The full listing below should be repeated exactly.

---------- Dataset excerpts ----------

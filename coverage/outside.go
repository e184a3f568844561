package coverage

import (
	"context"
	"encoding/json"
	"fmt"
	"math"
	"os"
	"path/filepath"
	"sort"
	"strings"

	"tracelift/axis"
	"tracelift/pipeline"
	"tracelift/record"
)

// outsideTruth is the part of an outside page's truth file that is read
// (see ../shared/data/outside-printouts/README.md).
type outsideTruth struct {
	Image     string  `json:"image"`
	Layout    string  `json:"layout"`
	Condition string  `json:"condition"`
	DPI       float64 `json:"dpi"`
	FsHz      float64 `json:"fs_hz"`
	Leads     map[string]struct {
		T0 float64   `json:"t0"`
		MV []float64 `json:"mV"`
	} `json:"leads"`
	Synthetic *struct {
		QRSAxisNetDeg float64 `json:"qrs_axis_net_vector_deg"`
		HeartRateBPM  float64 `json:"heart_rate_bpm"`
	} `json:"synthetic_details"`
}

// Outside digitizes the outside pages in dir (each outsideNN.json beside
// its picture) and pairs the findings with their truth: for synthetic
// pages the QRS axis is the heart vector's own (qrs_axis_net_vector_deg)
// and the rate the stated one; every other measure, and all of a real
// record's, is the engine's reading of the signals drawn (the leads in
// the truth file). A clean scan whose scale calib cannot find is given
// the stated dpi, as a user would (a photo has no dpi of its own).
func Outside(dir string) ([]Case, error) {
	files, err := filepath.Glob(filepath.Join(dir, "outside*.json"))
	if err != nil {
		return nil, err
	}
	if len(files) == 0 {
		return nil, fmt.Errorf("coverage: no outside*.json in %s", dir)
	}
	sort.Strings(files)
	var out []Case
	for i, f := range files {
		b, err := os.ReadFile(f)
		if err != nil {
			return nil, err
		}
		var tr outsideTruth
		if err := json.Unmarshal(b, &tr); err != nil {
			return nil, fmt.Errorf("coverage: %s: %w", f, err)
		}
		c := Case{N: i, Condition: tr.Condition, Source: strings.TrimSuffix(filepath.Base(f), ".json"), Layout: tr.Layout, GeneratorAxisDeg: math.NaN()}
		path := filepath.Join(dir, tr.Image)
		o, err := pipeline.Process(context.Background(), path, pipeline.Options{})
		if err != nil && tr.DPI > 0 && tr.Condition == "clean" {
			// A scan keeps the print's dpi; a photo does not.
			opt := pipeline.Options{}
			opt.Calib.UserDPI = tr.DPI
			o, err = pipeline.Process(context.Background(), path, opt)
		}
		if err != nil {
			c.Err = err.Error()
			c.Verdict = pipeline.NotReadable
			out = append(out, c)
			continue
		}
		c.Verdict = o.Verdict.Level
		for _, r := range o.Verdict.Reasons {
			c.Reasons = append(c.Reasons, r.Code)
		}
		rec := &record.Record{Name: c.Source}
		for name, l := range tr.Leads {
			rec.Signals = append(rec.Signals, record.Signal{Lead: record.CanonicalLead(name), RateHz: tr.FsHz, StartS: l.T0, MV: l.MV})
		}
		truth, err := axis.Measure(rec, axis.Options{})
		if err != nil || o.Findings == nil {
			if err != nil {
				c.Err = "truth: " + err.Error()
			}
			out = append(out, c)
			continue
		}
		c.Meas = Compare(o.Findings, truth)
		c.Page, c.MeanConf = pipeline.PictureFacts(o.Calib, o.Digitized), o.Findings.MeanLeadConfidence
		c.Doubts = axis.Doubts{TimeRatio: o.Findings.TimeScaleRatio, Rate: axis.RateDisagrees(o.Findings)}
		if s := tr.Synthetic; s != nil {
			c.GeneratorAxisDeg = s.QRSAxisNetDeg
			for k, m := range c.Meas {
				switch k {
				case "qrs_deg":
					m.Truth = s.QRSAxisNetDeg
				case "heart_rate_bpm":
					m.Truth = s.HeartRateBPM
				}
				c.Meas[k] = m
			}
		}
		out = append(out, c)
	}
	return out, nil
}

----------

Response below:
filename coverage/outside.go
repository e184a3f568844561
package coverage

import (
	"context"
	"encoding/json"
	"fmt"
	"math"
	"os"
	"path/filepath"
	"sort"
	"strings"

	"tracelift/axis"
	"tracelift/pipeline"
	"tracelift/record"
)

// outsideTruth is the part of an outside page's truth file that is read
// (see ../shared/data/outside-printouts/README.md).
type outsideTruth struct {
	Image     string  `json:"image"`
	Layout    string  `json:"layout"`
	Condition string  `json:"condition"`
	DPI       float64 `json:"dpi"`
	FsHz      float64 `json:"fs_hz"`
	Leads     map[string]struct {
		T0 float64   `json:"t0"`
		MV []float64 `json:"mV"`
	} `json:"leads"`
	Synthetic *struct {
		QRSAxisNetDeg float64 `json:"qrs_axis_net_vector_deg"`
		HeartRateBPM  float64 `json:"heart_rate_bpm"`
	} `json:"synthetic_details"`
}

// Outside digitizes the outside pages in dir (each outsideNN.json beside
// its picture) and pairs the findings with their truth: for synthetic
// pages the QRS axis is the heart vector's own (qrs_axis_net_vector_deg)
// and the rate the stated one; every other measure, and all of a real
// record's, is the engine's reading of the signals drawn (the leads in
// the truth file). A clean scan whose scale calib cannot find is given
// the stated dpi, as a user would (a photo has no dpi of its own).
func Outside(dir string) ([]Case, error) {
	files, err := filepath.Glob(filepath.Join(dir, "outside*.json"))
	if err != nil {
		return nil, err
	}
	if len(files) == 0 {
		return nil, fmt.Errorf("coverage: no outside*.json in %s", dir)
	}
	sort.Strings(files)
	var out []Case
	for i, f := range files {
		b, err := os.ReadFile(f)
		if err != nil {
			return nil, err
		}
		var tr outsideTruth
		if err := json.Unmarshal(b, &tr); err != nil {
			return nil, fmt.Errorf("coverage: %s: %w", f, err)
		}
		c := Case{N: i, Condition: tr.Condition, Source: strings.TrimSuffix(filepath.Base(f), ".json"), Layout: tr.Layout, GeneratorAxisDeg: math.NaN()}
		path := filepath.Join(dir, tr.Image)
		o, err := pipeline.Process(context.Background(), path, pipeline.Options{})
		if err != nil && tr.DPI > 0 && tr.Condition == "clean" {
			// A scan keeps the print's dpi; a photo does not.
			opt := pipeline.Options{}
			opt.Calib.UserDPI = tr.DPI
			o, err = pipeline.Process(context.Background(), path, opt)
		}
		if err != nil {
			c.Err = err.Error()
			c.Verdict = pipeline.NotReadable
			out = append(out, c)
			continue
		}
		c.Verdict = o.Verdict.Level
		for _, r := range o.Verdict.Reasons {
			c.Reasons = append(c.Reasons, r.Code)
		}
		rec := &record.Record{Name: c.Source}
		for name, l := range tr.Leads {
			rec.Signals = append(rec.Signals, record.Signal{Lead: record.CanonicalLead(name), RateHz: tr.FsHz, StartS: l.T0, MV: l.MV})
		}
		truth, err := axis.Measure(rec, axis.Options{})
		if err != nil || o.Findings == nil {
			if err != nil {
				c.Err = "truth: " + err.Error()
			}
			out = append(out, c)
			continue
		}
		c.Meas = Compare(o.Findings, truth)
		c.Page, c.MeanConf = pipeline.PictureFacts(o.Calib, o.Digitized), o.Findings.MeanLeadConfidence
		c.Doubts = axis.Doubts{TimeRatio: o.Findings.TimeScaleRatio, Rate: axis.RateDisagrees(o.Findings)}
		if s := tr.Synthetic; s != nil {
			c.GeneratorAxisDeg = s.QRSAxisNetDeg
			for k, m := range c.Meas {
				switch k {
				case "qrs_deg":
					m.Truth = s.QRSAxisNetDeg
				case "heart_rate_bpm":
					m.Truth = s.HeartRateBPM
				}
				c.Meas[k] = m
			}
		}
		out = append(out, c)
	}
	return out, nil
}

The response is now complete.